Founding emperor of the Tây Sơn dynasty of Vietnam (r. 1778–88)

Nguyễn Nhạc (/vi/ 阮岳, born 1743, died 1793) was the founder of the Tây Sơn dynasty, reigning from 1778 to 1788.

Nguyễn Nhạc and his brothers Nguyễn Lữ and Nguyễn Huệ, known as the Tây Sơn Brothers after their home district, ended the centuries-long civil war between the Trịnh Lords in northern Vietnam and the Nguyễn Lords in southern Vietnam, seizing control from these groups and the Lê dynasty. From 1778 to 1788, Nguyễn Nhạc proclaimed himself Emperor Thái Đức (/vi/ 泰德). In 1788, after his younger brother proclaimed himself Emperor Quang Trung, Nguyễn Nhạc resigned as Emperor and declared himself King of Tây Sơn.

==Early life==
Nguyễn was born in Tây Sơn District, Quy Nhơn Province (modern Bình Định Province). Vietnamese historian Trần Trọng Kim described him as a courageous and clever man. He had two younger brothers: Nguyễn Lữ and Nguyễn Huệ. Their talents were highly appreciated by their martial arts master, Trương Văn Hiến.

The Tây Sơn brothers lived by trading betel. Legend stated that Nhạc got a magical sword from barbarians, gaining the respect of many people.
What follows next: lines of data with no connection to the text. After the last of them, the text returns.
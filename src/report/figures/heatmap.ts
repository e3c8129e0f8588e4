/**
 * Matrix figures (confusion, inversion, trade-off): coloured cells with the
 * value printed in each, so the figure is read without a legend. Colours are
 * computed here and passed to Vega-Lite as literal fills (scale: null),
 * which lets one matrix hold columns of different meaning (a blue ramp for
 * models chosen, grey for undecided, vermillion for failed fits) and a
 * diverging ramp for correlations.
 */
import { renderSvg } from '../charts.js';

export type Ramp = 'blue' | 'grey' | 'vermillion' | 'diverging';

type Rgb = [number, number, number];
const hex = (c: Rgb) => '#' + c.map((v) => Math.round(v).toString(16).padStart(2, '0')).join('');
const mix = (a: Rgb, b: Rgb, t: number): Rgb => [0, 1, 2].map((k) => a[k] + (b[k] - a[k]) * t) as Rgb;

// End points derived from the Okabe–Ito blue (#0072B2) and vermillion (#D55E00), darkened for contrast.
const PAPER: Rgb = [247, 247, 244];
const ENDS: Record<Exclude<Ramp, 'diverging'>, Rgb> = { blue: [12, 76, 128], grey: [96, 96, 96], vermillion: [170, 72, 0] };

/** Fill for a value in [0, 1] (or [−1, 1] for 'diverging'); missing values get a hatched-looking pale grey. */
export function cellFill(value: number | null, ramp: Ramp): string {
  if (value === null || !Number.isFinite(value)) return '#eeeeee';
  if (ramp === 'diverging') {
    const t = Math.max(-1, Math.min(1, value));
    return hex(t < 0 ? mix(PAPER, ENDS.blue, -t) : mix(PAPER, ENDS.vermillion, t));
  }
  return hex(mix(PAPER, ENDS[ramp], Math.max(0, Math.min(1, value))));
}

/** Dark text on light cells, white on dark ones (relative luminance, WCAG 2 definition). */
export function textOn(fill: string): string {
  const lin = (v: number) => (v <= 0.03928 ? v / 12.92 : ((v + 0.055) / 1.055) ** 2.4);
  const [r, g, b] = [1, 3, 5].map((i) => lin(parseInt(fill.slice(i, i + 2), 16) / 255));
  return 0.2126 * r + 0.7152 * g + 0.0722 * b < 0.3 ? '#ffffff' : '#1b1b1b';
}

export interface HeatCell {
  row: string;
  column: string;
  value: number | null;
  /** The printed text: always a formatNumber result. */
  label: string;
  ramp: Ramp;
}

/** `compact`: small cells and upright column labels, for matrices shown side by side. */
export async function heatmap(opts: { title: string; subtitle?: string; rows: string[]; columns: string[]; rowTitle: string; columnTitle: string; cells: HeatCell[]; cell?: number; compact?: boolean }): Promise<string> {
  const longest = Math.max(...opts.columns.map((c) => c.length));
  // Wide enough for horizontal column labels up to about 13 characters; longer names are set vertically (slanted ones would run past the right edge).
  const slant = longest > 13 || opts.compact === true;
  const size = opts.cell ?? (opts.compact ? 46 : slant ? 60 : Math.max(58, Math.min(92, longest * 6.6 + 14)));
  const values = opts.cells.map((c) => {
    const fill = cellFill(c.value, c.ramp);
    return { row: c.row, column: c.column, label: c.label, fill, ink: textOn(fill) };
  });
  return renderSvg({
    title: opts.subtitle ? { text: opts.title, subtitle: opts.subtitle, subtitleColor: '#555555', subtitleFontSize: 11 } : opts.title,
    width: size * opts.columns.length,
    height: size * 0.72 * opts.rows.length,
    data: { values },
    encoding: {
      x: { field: 'column', type: 'nominal', sort: opts.columns, title: opts.columnTitle, axis: { orient: 'top', labelAngle: slant ? -90 : 0, labelAlign: slant ? 'left' : 'center', labelBaseline: slant ? 'middle' : 'bottom', domain: false, ticks: false, labelPadding: 6, labelFontSize: 11 } },
      y: { field: 'row', type: 'nominal', sort: opts.rows, title: opts.rowTitle, axis: { domain: false, ticks: false, labelPadding: 6, labelFontSize: 11 } },
    },
    layer: [
      { mark: { type: 'rect', stroke: '#ffffff', strokeWidth: 2 }, encoding: { fill: { field: 'fill', type: 'nominal', scale: null } } },
      { mark: { type: 'text', fontSize: opts.compact ? 11 : 12, fontWeight: 'bold' }, encoding: { text: { field: 'label' }, color: { field: 'ink', type: 'nominal', scale: null } } },
    ],
    config: { view: { stroke: null }, axis: { grid: false } },
  });
}
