describe('a job whose worker throws', () => {
  it('is retried once, recorded as failed with its message, counted in the summary, and the run goes on', () => {
    const out = join(tempDir(), 'fault');
    const key = 'gen=absolute/obs=0001/trials=120';
    const r = runTiny(out, ['--workers', '2'], { LOSSPROBE_FAULT_KEY: key });
    expect(r.status, r.stderr).toBe(0);
    const lines = jobLines(out).map((l) => JSON.parse(l));
    expect(lines.length).toBe(TINY_JOBS);
    const bad = lines.filter((l) => l.key === key);
    expect(bad.length).toBe(1);
    expect(bad[0]).toMatchObject({ status: 'failed', attempts: 2, generating: 'absolute', observer: 1, trials: 120, comparison: null });
    expect(bad[0].error).toContain('fault injected');
    expect(lines.filter((l) => l.status === 'failed').length).toBe(1);
    // Every other job is exactly the reference's line.
    const refLines = new Map(jobLines(ref.folder).map((l) => [JSON.parse(l).key as string, l]));
    for (const l of jobLines(out)) if (JSON.parse(l).key !== key) expect(l).toBe(refLines.get(JSON.parse(l).key));

    const s = summaryOf(out);
    const i = s.models.indexOf('absolute');
    expect(s.failed).toEqual(TINY_MODELS.map((_, k) => (k === i ? 1 : 0)));
    expect(s.overall.confusion.n[i]).toBe(TINY_OBSERVERS);
    const refCounts = summaryOf(ref.folder).confusion.counts as number[][];
    // The failed job's choice in the reference run is gone from its row; the other rows are untouched.
    const refChoice = JSON.parse(refLines.get(key)!).comparison;
    expect(refChoice.status).toBe('won');
    const expected = refCounts.map((row) => [...row]);
    expected[i][TINY_MODELS.indexOf(refChoice.winner)]--;
    expect(s.confusion.counts).toEqual(expected);
    expect(readJson(join(out, 'run-info.json'))).toMatchObject({ jobsFailed: 1, jobsRun: TINY_JOBS });
    const fits = parseCsv(readText(join(out, 'fits.csv')));
    const row = fits.find((f) => f[0] === key)!;
    expect(row).toBeDefined();
    expect(row.join(',')).toContain('fault injected');
  });
});

describe('run folder protection', () => {
  it('--resume refuses a folder whose scenario hash differs', () => {
    const out = join(tempDir(), 'other');
    copyRun(ref.folder, out);
    const before = readText(join(out, 'jobs.jsonl'));
    const bySeed = runTiny(out, ['--resume', '--seed', '7']);
    expect(bySeed.status).toBe(2);
    expect(bySeed.stderr).toMatch(/^lossprobe: .*different scenario.*scenario hash differs/);
    expect(bySeed.stderr).not.toMatch(NO_STACK);

    const edited = join(tempDir(), 'tiny-study.yaml');
    const doc = parseYaml(readText(TINY));
    doc.generate.observers = 4;
    writeFileSync(edited, stringifyYaml(doc));
    const byFile = lossprobe(['run', edited, '--out', out, '--resume', '--quiet']);
    expect(byFile.status).toBe(2);
    expect(byFile.stderr).toMatch(/scenario hash differs/);
    expect(readText(join(out, 'jobs.jsonl'))).toBe(before);
    expect(summaryOf(out)).toEqual(summaryOf(ref.folder));
  });

  it('refuses an existing run folder without --resume, and --overwrite replaces it', () => {
    const out = join(tempDir(), 'existing');
    copyRun(ref.folder, out);
    const before = readText(join(out, 'jobs.jsonl'));
    const plain = runTiny(out);
    expect(plain.status).toBe(2);
    expect(plain.stderr).toMatch(/already holds a run; add --resume/);
    expect(plain.stderr).not.toMatch(NO_STACK);
    expect(readText(join(out, 'jobs.jsonl'))).toBe(before);

    const both = runTiny(out, ['--overwrite', '--resume']);
    expect(both.status).toBe(2);
    expect(both.stderr).toMatch(/--overwrite and --resume exclude each other/);
    expect(readText(join(out, 'jobs.jsonl'))).toBe(before);

    writeFileSync(join(out, 'stale-marker.txt'), 'from the old run\n');
    const over = runTiny(out, ['--overwrite', '--observers', '1', '--seed', '99', '--workers', '2']);
    expect(over.status, over.stderr).toBe(0);
    expect(exists(join(out, 'stale-marker.txt'))).toBe(false);
    const lines = jobLines(out).map((l) => JSON.parse(l));
    expect(lines.length).toBe(TINY_MODELS.length);
    expect(lines.every((l) => l.observer === 0)).toBe(true);
    const s = summaryOf(out);
    expect(s.seed).toBe(99);
    const hash = readJson<{ hash: string }>(join(out, 'scenario.json')).hash;
    expect(hash).not.toBe(readJson<{ hash: string }>(join(ref.folder, 'scenario.json')).hash);
    expect(s.provenance.scenarioHash).toBe(hash);
    expect(readJson(join(out, 'run-info.json'))).toMatchObject({ jobsResumed: 0, jobsRun: TINY_MODELS.length });
  });

  it('a bad flag is refused before the folder is touched: --overwrite keeps the old run, no new folder appears', () => {
    const out = join(tempDir(), 'keep');
    copyRun(ref.folder, out);
    const before = readText(join(out, 'jobs.jsonl'));
    const r = runTiny(out, ['--overwrite', '--workers', '0']);
    expect(r.status).toBe(2);
    expect(r.stderr).toMatch(/--workers expects a whole number/);
    expect(readText(join(out, 'jobs.jsonl'))).toBe(before);
    expect(summaryOf(out)).toEqual(summaryOf(ref.folder));

    const fresh = join(tempDir(), 'never');
    const r2 = runTiny(fresh, ['--workers', 'two']);
    expect(r2.status).toBe(2);
    expect(exists(fresh)).toBe(false);
  });
});

describe('bad scenario files', () => {
  const cases: { what: string; edit: (d: any) => void; expect: RegExp[] }[] = [
    {
      what: 'an unknown key',
      edit: (d) => (d.fitting.start = 2),
      expect: [/fitting: unknown key\(s\) 'start'/],
    },
    {
      what: 'an unknown top-level key',
      edit: (d) => (d.trails = 60),
      expect: [/\(top level\): unknown key\(s\) 'trails'/],
    },
    {
      what: 'an unknown model in generate.models',
      edit: (d) => (d.generate.models = ['squared', 'cubic']),
      expect: [/generate\.models\.1: 'cubic' is not one of the models/],
    },
    {
      what: 'a draw for a parameter no model has',
      edit: (d) => (d.generate.parameters['loss.exponent'] = { uniform: [1, 2] }),
      expect: [/generate\.parameters\.loss\.exponent: no generating model has a parameter of that name/],
    },
    {
      what: 'a draw for a parameter only a non-generating model has',
      edit: (d) => {
        d.generate.models = ['squared', 'absolute'];
        d.generate.parameters['loss.level'] = { uniform: [0.6, 0.9] };
      },
      expect: [/generate\.parameters\.loss\.level: no generating model has a parameter of that name/],
    },
  ];
  for (const c of cases)
    it(`rejects ${c.what}: exit 2, the field path, no stack trace, no run folder`, () => {
      const dir = tempDir();
      const file = join(dir, 'bad.yaml');
      const doc = parseYaml(readText(TINY));
      c.edit(doc);
      writeFileSync(file, stringifyYaml(doc));
      const out = join(dir, 'run');
      const r = lossprobe(['run', file, '--out', out, '--quiet']);
      expect(r.status, r.stderr).toBe(2);
      expect(r.stderr.startsWith('lossprobe: ')).toBe(true);
      expect(r.stderr).toContain(file);
      for (const re of c.expect) expect(r.stderr).toMatch(re);
      expect(r.stderr).not.toMatch(NO_STACK);
      expect(r.stderr).not.toMatch(/internal error/);
      expect(r.stdout).toBe('');
      expect(exists(out)).toBe(false);
    });
});

describe('--json', () => {
  it('prints summary.json to stdout: parseable, the same content as the file, nothing else', () => {
    const printed = JSON.parse(ref.stdout);
    expect(printed).toEqual(summaryOf(ref.folder));
    expect(ref.stdout).not.toMatch(/Recovery study|Run folder/);
    expect(ref.stderr).not.toMatch(/jobs \d+\/\d+/);
  });
});

describe('output contract', () => {
  it('summary.json carries the versioned contract fields', () => {
    const s = summaryOf(ref.folder);
    const R = TINY_MODELS.length;
    expect(s.version).toBe(1);
    expect(s.seed).toBe(TINY_SEED);
    expect(s.models).toEqual(TINY_MODELS);
    expect(s.provenance).toMatchObject({ toolVersion: pkg.version, node: process.version });
    expect(s.provenance.scenarioHash).toMatch(/^[0-9a-f]{64}$/);
    expect(s.provenance.scenarioHash).toBe(readJson<{ hash: string }>(join(ref.folder, 'scenario.json')).hash);

    const { counts, rate } = s.confusion as { counts: number[][]; rate: number[][] };
    expect(counts.length).toBe(R);
    expect(rate.length).toBe(R);
    for (let i = 0; i < R; i++) {
      expect(counts[i].length).toBe(R);
      expect(rate[i].length).toBe(R);
      const decided = counts[i].reduce((a, b) => a + b, 0);
      expect(decided + s.undecided[i] + s.failed[i]).toBe(TINY_OBSERVERS);
      for (let j = 0; j < R; j++) {
        expect(Number.isInteger(counts[i][j])).toBe(true);
        expect(rate[i][j]).toBeCloseTo(counts[i][j] / TINY_OBSERVERS, 12);
      }
    }
    expect(s.failed).toEqual(new Array(R).fill(0));

    const inv = s.inversion.rate as (number | null)[][];
    expect(inv.length).toBe(R);
    for (let j = 0; j < R; j++) {
      const col = inv.map((row) => row[j]);
      const chosen = counts.reduce((a, row) => a + row[j], 0);
      if (chosen === 0) expect(col.every((x) => x === null)).toBe(true);
      else expect((col as number[]).reduce((a, b) => a + b, 0)).toBeCloseTo(1, 12);
    }

    const total = counts.reduce((a, row, i) => a + row[i], 0);
    const { estimate, lower, upper } = s.accuracy;
    expect(estimate).toBeCloseTo(total / TINY_JOBS, 12);
    expect(lower).toBeGreaterThanOrEqual(0);
    expect(lower).toBeLessThanOrEqual(estimate);
    expect(upper).toBeGreaterThanOrEqual(estimate);
    expect(upper).toBeLessThanOrEqual(1);

    expect(Array.isArray(s.recovery)).toBe(true);
    expect(s.recovery.map((r: { generating: string }) => r.generating)).toEqual(TINY_MODELS);
    for (const r of s.recovery) {
      expect(r.jobs).toBe(TINY_OBSERVERS);
      expect(r.parameters.map((p: { name: string }) => p.name)).toEqual(['noise.flash.sd', 'motorSd', 'lapseRate']);
    }
  });

  it('the CSV files are tidy: one header row, the same number of fields in every row', () => {
    const expectedRows: Record<string, number> = {
      'fits.csv': TINY_JOBS * TINY_MODELS.length,
      'parameters.csv': TINY_JOBS * TINY_MODELS.length * 3,
      'confusion.csv': TINY_MODELS.length * (TINY_MODELS.length + 2),
      'inversion.csv': TINY_MODELS.length * TINY_MODELS.length,
    };
    const tables: Record<string, string[][]> = {};
    for (const [file, n] of Object.entries(expectedRows)) {
      const text = readText(join(ref.folder, file));
      expect(text.endsWith('\n'), file).toBe(true);
      const rows = parseCsv(text);
      const [header, ...body] = rows;
      expect(header.length, file).toBeGreaterThan(1);
      expect(new Set(header).size, `${file}: unique column names`).toBe(header.length);
      expect(header.every((h) => /^[a-z][a-z0-9_]*$/.test(h)), `${file}: header ${header.join(',')}`).toBe(true);
      expect(body.length, file).toBe(n);
      body.forEach((r, k) => expect(r.length, `${file} row ${k + 2}`).toBe(header.length));
      tables[file] = rows;
    }
    // confusion.csv carries the same counts as summary.json.
    const s = summaryOf(ref.folder);
    const [h, ...rows] = tables['confusion.csv'];
    const col = (name: string) => h.indexOf(name);
    for (const name of ['generating', 'chosen', 'count']) expect(col(name)).toBeGreaterThanOrEqual(0);
    TINY_MODELS.forEach((g, i) =>
      TINY_MODELS.forEach((c, j) => {
        const row = rows.find((r) => r[col('generating')] === g && r[col('chosen')] === c)!;
        expect(Number(row[col('count')])).toBe(s.confusion.counts[i][j]);
      }),
    );
    // fits.csv: one row per (job, candidate), jobs in key order.
    const [fh, ...fr] = tables['fits.csv'];
    const jobCol = fh.indexOf('job');
    expect(jobCol).toBeGreaterThanOrEqual(0);
    expect(new Set(fr.map((r) => r[jobCol])).size).toBe(TINY_JOBS);
  });
});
Later, Nhạc became a tax collector for the Nguyễn lords. He stole all of the taxes he had collected and distributed to poor farmers. Afterwards, he fled with his brothers and became an outlaw. Hiến encouraged Nhạc to revolt against the Nguyễn, saying that: "The prophecy says: 'Revolt in the West, success in the North'. (Note: Original Vietnamese: "Tây khởi nghĩa, Bắc thu công".) You are born in Tây Sơn District, you must do your best." Nhạc agreed with him.
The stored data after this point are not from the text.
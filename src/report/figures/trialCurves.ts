/**
 * Trial-count curves: recovery rate against trials per observer, one line
 * per series with its 95% interval as a band, and the target as a dashed
 * rule. Trials go on a log axis (sweeps usually double the count).
 */
import { renderSvg, PALETTE } from '../charts.js';

export interface CurvePoint {
  series: string;
  trials: number;
  estimate: number | null;
  lower: number | null;
  upper: number | null;
}

export async function trialCurves(opts: { title: string; subtitle?: string; series: string[]; points: CurvePoint[]; target: number; targetLabel: string; trials: number[] }): Promise<string> {
  const values = opts.points.filter((p) => p.estimate !== null);
  const colours = opts.series.map((s, i) => (s === 'all models' ? '#1b1b1b' : PALETTE[i % (PALETTE.length - 1)]));
  const colour = { field: 'series', type: 'nominal', title: null, scale: { domain: opts.series, range: colours }, legend: { orient: 'right' } };
  const x = { field: 'trials', type: 'quantitative', title: 'trials per observer', scale: { type: 'log', domain: [opts.trials[0] / 1.15, opts.trials[opts.trials.length - 1] * 1.15], nice: false }, axis: { values: opts.trials, format: 'd' } };
  return renderSvg({
    title: opts.subtitle ? { text: opts.title, subtitle: opts.subtitle, subtitleColor: '#555555' } : opts.title,
    width: 460,
    height: 280,
    layer: [
      { data: { values }, mark: { type: 'area', opacity: 0.14 }, encoding: { x, y: { field: 'lower', type: 'quantitative' }, y2: { field: 'upper' }, color: colour } },
      {
        data: { values },
        mark: { type: 'line', strokeWidth: 2, point: { size: 36, filled: true } },
        encoding: { x, y: { field: 'estimate', type: 'quantitative', title: 'generating model chosen', scale: { domain: [0, 1] }, axis: { format: '.0%' } }, color: colour, strokeDash: { field: 'series', type: 'nominal', title: null, legend: { orient: 'right' }, scale: { domain: opts.series, range: opts.series.map((s) => (s === 'all models' ? [5, 3] : [1, 0])) } } },
      },
      { data: { values: [{ y: opts.target, label: opts.targetLabel }] }, mark: { type: 'rule', color: '#7a7a7a', strokeDash: [2, 3] }, encoding: { y: { field: 'y', type: 'quantitative' } } },
      { data: { values: [{ y: opts.target, label: opts.targetLabel }] }, mark: { type: 'text', align: 'left', dx: 4, dy: -7, color: '#555555', fontSize: 11 }, encoding: { y: { field: 'y', type: 'quantitative' }, x: { datum: opts.trials[0] / 1.15, type: 'quantitative' }, text: { field: 'label' } } },
    ],
  });
}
==Revolt against the Nguyễn lords==
At that time, the lord of Cochinchina, Nguyễn Phúc Thuần, was young, with power resting in the hands of a corrupt regent, Trương Phúc Loan. Loan was so unpopular that people compared him with Qin Hui. There were rumors that Loan changed the former lord's will to enthrone the young prince Thuần. In 1771, the Tây Sơn brothers rebelled against Nguyễn lords. They took Tây Sơn District as their base camp, aiming to overthrow Loan and enthrone Nguyễn Phúc Dương, the eldest grandson of the former Nguyễn lord. The rebels became famous for their policy: "fair, no corruption, only looting the rich, and help the poor." (Note: Original Vietnamese: công bằng, không tham nhũng, và chỉ cướp của của người giàu, giúp người nghèo.) Soon they were widely supported by the poor. Ethnic minorities in Cochinchina, including Montagnards, Chams and Sino-Vietnamese, also took part in the rebellion.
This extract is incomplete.